Pada dakwaanya Jaksa menyatakan bahwa terdakwa Emrizal dan Abd.Kadir bersama-sama dengan Saksi Surya Darmawan dan sdr. Ki Agus Toni Azwarani selaku Kuasa Direksi PT. Gemilang Utama Alen, (sudah dalam Daftar Pencarian Orang (DPO) atau belum tertangkap) dimana untuk Pekerjaan Pembangunan Gedung Rawat Inap Tahap III di Rumah Sakit Umum Daerah (RSUD) Bangkinang Kabupaten Kampar Tahun Anggaran 2019 serta dengan Saksi Mayusri, ST selaku Pejabat Pembuat Komitmen (PPK) dan saksi Rif Helvi Arselan, Dipl. Ing Bin Hasan Basri selaku Tim Leader Konsultan Manajemen Konstruksi pengganti PT. Fajar Nusa Konsultan (masing-masing sedang dilakukan Penuntutan dengan berkas perkara terpisah), pada tanggal 17 Mei 2019 sampai dengan tanggal 21 Maret 2020 atau setidak-tidaknya sekitar waktu itu antara tahun 2019 sampai dengan Tahun 2020, bertempat di lokasi Pembangunan Gedung Rawat Inap Tahap III di Rumah Sakit Umum Daerah (RSUD) Bangkinang Kabupaten Kampar Tahun Anggaran 2019 telah melakukan atau turut serta melakukan perbuatan secara melawan hukum.

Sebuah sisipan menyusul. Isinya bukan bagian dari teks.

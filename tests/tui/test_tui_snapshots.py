"""Snapshot tests of the main and help screens (pytest-textual-snapshot).

Deterministic: the demo profile, one noise-free simulated-bench snapshot with a fixed time, a
fixed step and check results, the poll worker off (``autopoll=False``). Regenerate with
``pytest tests/tui/test_tui_snapshots.py --snapshot-update`` and look at the SVGs.
"""

from __future__ import annotations

from support.console import show_still as _show
from support.console import still_app as _app


def test_main_screen_80x24(snap_compare):
    assert snap_compare(_app(), terminal_size=(80, 24), run_before=_show)


def test_main_screen_readings_view_80x24(snap_compare):
    assert snap_compare(_app(), terminal_size=(80, 24), run_before=_show, press=["2"])


def test_main_screen_120x40(snap_compare):
    assert snap_compare(_app(), terminal_size=(120, 40), run_before=_show)


def test_help_screen(snap_compare):
    assert snap_compare(_app(), terminal_size=(80, 24), run_before=_show, press=["f1"])


async def test_every_key_is_in_help_footer_map_and_command_palette():
    from tui.keys import KEYS
    from tui.screens.help import APP_KEYS, help_table

    app = _app()
    async with app.run_test(size=(80, 24)) as pilot:
        await _show(pilot)
        screen = app.screen
        titles = {c.title for c in app.get_system_commands(screen)}
        assert {k.label for k in KEYS} <= titles
        bound = {b.key for b in screen.BINDINGS}
        assert {k.key for k in KEYS} <= bound
        assert not bound & {"ctrl+m", "ctrl+i", "ctrl+h"}  # Enter, Tab, Backspace on old terminals
        # every key, the group titles and the keys that are not bench actions (palette, screenshot)
        assert help_table().row_count == len(KEYS) + 3 + len(APP_KEYS)
        # a palette command runs the same action as its key: "Units" cycles the unit mode
        units = next(c for c in app.get_system_commands(screen) if c.title == "Units")
        units.callback()
        assert screen.unit_mode == "network"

Dimana kedua terdakwa telah bekerja sama meminjam dan menggunakan PT. Gemilang Utama Alen untuk mengikuti lelang pekerjaan Pembangunan Gedung Rawat Inap Tahap III di Rumah Sakit Umum Daerah (RSUD) Bangkinang Kabupaten Kampar Tahun Anggaran 2019.

Bahwa terhadap kemajuan pekerjaan yang tidak benar, seolah olah pekerjaan telah dilaksanakan sesuai spesifikasi dan volume kontrak dimaksud, telah disetujui oleh saksi Mayusri selaku Pejabat pembuat Komitmen bersama dengan saksi Rif Helvi Arselan, Dipl. Ing Bin Hasan Basri selaku Tim Leader Konsultan Manajemen Konstruksi pengganti PT. Fajar Nusa Konsultan dan telah dilakukan pembayaran pekerjaan yang tidak sesuai dengan kemajuan hasil pekerjaan yang telah dicapai.

Usai persidangan salah seorang Penasehat Hukum/PH terdakwa Emrizal menerangkan bahwa mereka selaku PH tidak akan mengajukan eksepsi.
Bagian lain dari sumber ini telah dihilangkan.